Go to the line containing "from scipy.linalg import" in the records below and print it and every following line exactly, on through the line containing "FORK = ROOT", then stop.

--- Material to process Enclosed Below ---

"""plyshear's benchmarks, measured in one run on this machine, printed as a table of ratios.

    python bench/run.py            # about two minutes on a 2-core machine
    python bench/run.py --quick    # fewer repeats and a 2 000-case sweep

(a) the linear solve of one bolt through 3 … 101 plies;
(b) sweep throughput for 10 000 cases, the batch path against a per-case loop;
(c) the same beam-on-springs model solved by the general FE library of the tests
    (PyNiteFEA, the builder of tests/verification/test_pynite_reference.py);
(d) ``solve()`` of a 101-ply joint against a bare scipy banded solve of its own
    matrix (the floor);
(e) a 20-bolt × 11-ply row to its capacity (incremental nonlinear analysis);
(f) the start-up of ``plyshear --help``.

Timings are medians of repeated runs with single-threaded BLAS (small banded
solves lose to thread start-up when BLAS spreads them over cores). Run it from
the repository root in the environment of the test extra. Not a test: timings
vary between machines; the targets are the issue's and are printed beside.
"""

from __future__ import annotations

import os

os.environ.setdefault("OPENBLAS_NUM_THREADS", "1")
os.environ.setdefault("OMP_NUM_THREADS", "1")
os.environ.setdefault("MKL_NUM_THREADS", "1")

import argparse  # noqa: E402
import statistics  # noqa: E402
import subprocess  # noqa: E402
import sys  # noqa: E402
import time  # noqa: E402
from collections.abc import Callable  # noqa: E402
from pathlib import Path  # noqa: E402

ROOT = Path(__file__).resolve().parents[1]
sys.path.insert(0, str(ROOT))

import numpy as np  # noqa: E402
from scipy.linalg import cho_solve_banded, cholesky_banded  # noqa: E402

import plyshear  # noqa: E402
from plyshear.mechanics.assembly import assemble  # noqa: E402
from plyshear.model import modelfile  # noqa: E402
from plyshear.sweep import keys as sk  # noqa: E402
from plyshear.sweep import run as sr  # noqa: E402

FORK = ROOT / "plyshear" / "models" / "fork-four-planes.toml"


def median_time(func: Callable[[], object], repeat: int, number: int = 1) -> float:
    """Median over ``repeat`` runs of the mean time of ``number`` calls, s."""
    func()
    times = []
    for _ in range(repeat):
        t0 = time.perf_counter()
        for _ in range(number):
            func()
        times.append((time.perf_counter() - t0) / number)
    return statistics.median(times)


def stack(plies: int, thickness: float = 4.0, stations: int = 1) -> str:
    """Two members alternating through ``plies`` plies (the head-side member held)."""
    text = ('format = 1\nunits = "kN-mm"\n[bolt]\ndiameter = 24\ngrade = "10.9"\n'
            'threads = "excluded"\n')
    if stations > 1:
        text += f"[pattern]\ncount = {stations}\npitch = 75\n"
    for j in range(plies):
        text += (f'[[ply]]\nname = "p{j}"\nmember = "{"a" if j % 2 else "b"}"\n'
                 f"thickness = {thickness}\nfy = 355\nfu = 490\n")
        if stations > 1:
            text += "width = 200\n"
    text += "[member.a]\nload = 300\n[member.b]\nsupport = true\n"
    if stations > 1:
        text += 'enters = "after"\n'
    return text


def row(name: str, value: str, target: str = "", met: bool | None = None) -> list[str]:
    return [name, value, target, "" if met is None else ("yes" if met else "NO")]


def bench_plies(repeat: int) -> tuple[list[list[str]], float]:
    out = []
    base = None
    t101 = 0.0
    for n in (3, 5, 11, 21, 51, 101):
        joint = modelfile.loads(stack(n, 10.0))
        t = median_time(lambda j=joint: plyshear.solve(j), repeat, 5 if n < 51 else 1)
        base = base or (t if n == 3 else None)
        if n == 5:
            base = t
        na = assemble(joint).ab.shape[1]
        out.append(row(f"(a) solve(), {n} plies ({na} DOF)", f"{t * 1e3:.2f} ms",
                       "ms-class" if n == 5 else ""))
        if n == 101:
            t101 = t
    for r in out:
        t = float(r[1].split()[0]) / 1e3
        r[1] += f"  (x{t / base:.1f} of 5 plies)"
    return out, t101


def bench_floor(t101: float, repeat: int) -> list[list[str]]:
    joint = modelfile.loads(stack(101, 10.0))
    sys_ = assemble(joint)
    rhs = np.ones((sys_.ab.shape[1], 2))

    def bare() -> None:
        cb = cholesky_banded(sys_.ab, lower=False, check_finite=False)
        cho_solve_banded((cb, False), rhs, check_finite=False)

    t_bare = median_time(bare, repeat, 20)
    ratio = t101 / t_bare
    return [row("(d) solve() 101 plies / bare banded solve of its matrix",
                f"x{ratio:.1f}  ({t101 * 1e3:.2f} ms / {t_bare * 1e3:.3f} ms, "
                f"{sys_.ab.shape[1]} DOF, bandwidth {sys_.ab.shape[0] - 1})",
                "<= x10", ratio <= 10)]


def bench_sweep(cases: int) -> list[list[str]]:
    data = modelfile.read(FORK)
    count = cases // 10
    keys, rows = sk.cases([sk.parse_vary(f"ply[1].thickness=10:{10 + (count - 1) * 0.01:.2f}:0.01",
                                         data),
                           sk.parse_vary("bolt.diameter=20,22,24,27,30,33,36,39,42,45", data)])
    out = []
    for label, options in (("linear (solve only)", sr.Options(capacity="none", check=False)),
                           ("with check and elastic capacity", sr.Options())):
        t0 = time.perf_counter()
        sr.run(data, str(FORK), keys, rows, options, workers=1)
        t_batch = time.perf_counter() - t0
        sample = rows[:: max(1, len(rows) // 1000)]
        slow = sr.Options(capacity=options.capacity, check=options.check, batch=False)
        t0 = time.perf_counter()
        sr.run(data, str(FORK), keys, sample, slow, workers=1)
        per_case = (time.perf_counter() - t0) / len(sample)
        rate_batch, rate_loop = len(rows) / t_batch, 1.0 / per_case
        out.append(row(f"(b) sweep {len(rows)} cases, {label}, one core",
                       f"{t_batch:.2f} s: {rate_batch:.0f} cases/s batch, {rate_loop:.0f} "
                       f"per-case loop, x{rate_batch / rate_loop:.1f}",
                       "< 10 s" if cases == 10_000 else "", t_batch < 10.0 if cases == 10_000
                       else None))
    return out


def bench_pynite(repeat: int) -> list[list[str]]:
    try:
        from tests.verification import test_pynite_reference as ref
    except Exception as exc:  # pytest or PyNiteFEA missing: report, do not fail
        return [row("(c) PyNiteFEA / plyshear", f"skipped ({exc})")]
    name, elements = "five-ply fork and lug", 10
    joint = modelfile.loads(ref._model_text(ref.STACKS[name], elements))
    t_ours = median_time(lambda: plyshear.solve(joint), repeat, 10)
    build = ref._pynite.__wrapped__  # the uncached builder: build, solve, read back
    t_fe = median_time(lambda: build(name, elements), max(3, repeat // 3))
    ours = np.array([p.shear_xy[0] for p in plyshear.solve(joint).first_bolt_planes])
    diff = float(np.max(np.abs(ours / build(name, elements).shear - 1.0)))
    ratio = t_fe / t_ours
    return [row("(c) PyNiteFEA / plyshear, same 5-ply model",
                f"x{ratio:.0f}  ({t_fe * 1e3:.0f} ms / {t_ours * 1e3:.2f} ms; "
                f"plane shears agree to {diff:.1e})", ">= x100", ratio >= 100)]


def bench_row_capacity() -> list[list[str]]:
    from plyshear.mechanics.capacity import summarize

    joint = modelfile.loads(stack(11, thickness=8.0, stations=20))
    t0 = time.perf_counter()
    s = summarize(joint)
    t = time.perf_counter() - t0
    return [row("(e) 20 bolts x 11 plies to capacity (every answer)",
                f"{t:.1f} s  ({len(s.analysis.history)} load steps; nonlinear "
                f"{s.nonlinear.load / 1e3:.0f} kN, {s.nonlinear.event})")]


def bench_capacity(repeat: int) -> list[list[str]]:
    """The capacity summary of the examples: the demo fork and the six-bolt splice."""
    from plyshear.mechanics.capacity import summarize

    out = []
    for name in ("fork-four-planes", "splice-six-bolts"):
        joint = plyshear.load_model(ROOT / "models" / f"{name}.toml")
        s = summarize(joint)
        t = median_time(lambda j=joint: summarize(j), max(1, repeat // 5))
        out.append(row(f"(g) capacity summary of {name}",
                       f"{t:.2f} s  ({len(s.analysis.history)} states; nonlinear "
                       f"{s.nonlinear.load / 1e3:.0f} kN, collapse "
                       f"{s.collapse.load / 1e3:.0f} kN, {s.mechanism.elements} LP "
                       "elements a ply)"))
    return out


def bench_help(repeat: int) -> list[list[str]]:
    exe = Path(sys.executable).with_name("plyshear")
    cmd = [str(exe), "--help"] if exe.exists() else [sys.executable, "-m", "plyshear.cli",
                                                      "--help"]
    t = median_time(lambda: subprocess.run(cmd, capture_output=True, check=True), repeat)
    return [row("(f) plyshear --help start-up", f"{t:.2f} s", "< 0.5 s", t < 0.5)]


def main() -> None:
    parser = argparse.ArgumentParser(description=__doc__.splitlines()[0])
    parser.add_argument("--quick", action="store_true", help="fewer repeats, 2000 cases")
    args = parser.parse_args()
    repeat = 5 if args.quick else 15
    rows: list[list[str]] = []
    plies, t101 = bench_plies(repeat)
    rows += plies
    rows += bench_floor(t101, repeat)
    rows += bench_sweep(2_000 if args.quick else 10_000)
    rows += bench_pynite(repeat)
    rows += bench_row_capacity()
    rows += bench_capacity(repeat)
    rows += bench_help(repeat)
    from plyshear.report.text import table

    print(f"plyshear {plyshear.__version__}, Python {sys.version.split()[0]}, numpy "
          f"{np.__version__}, {os.cpu_count()} cores, {time.strftime('%Y-%m-%d')}")
    print(table(["measure", "value", "target", "met"], rows, align="llll"))


if __name__ == "__main__":
    main()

--- End of Enclosed Material to process ---

(Output for this task)
from scipy.linalg import cho_solve_banded, cholesky_banded  # noqa: E402

import plyshear  # noqa: E402
from plyshear.mechanics.assembly import assemble  # noqa: E402
from plyshear.model import modelfile  # noqa: E402
from plyshear.sweep import keys as sk  # noqa: E402
from plyshear.sweep import run as sr  # noqa: E402

FORK = ROOT / "plyshear" / "models" / "fork-four-planes.toml"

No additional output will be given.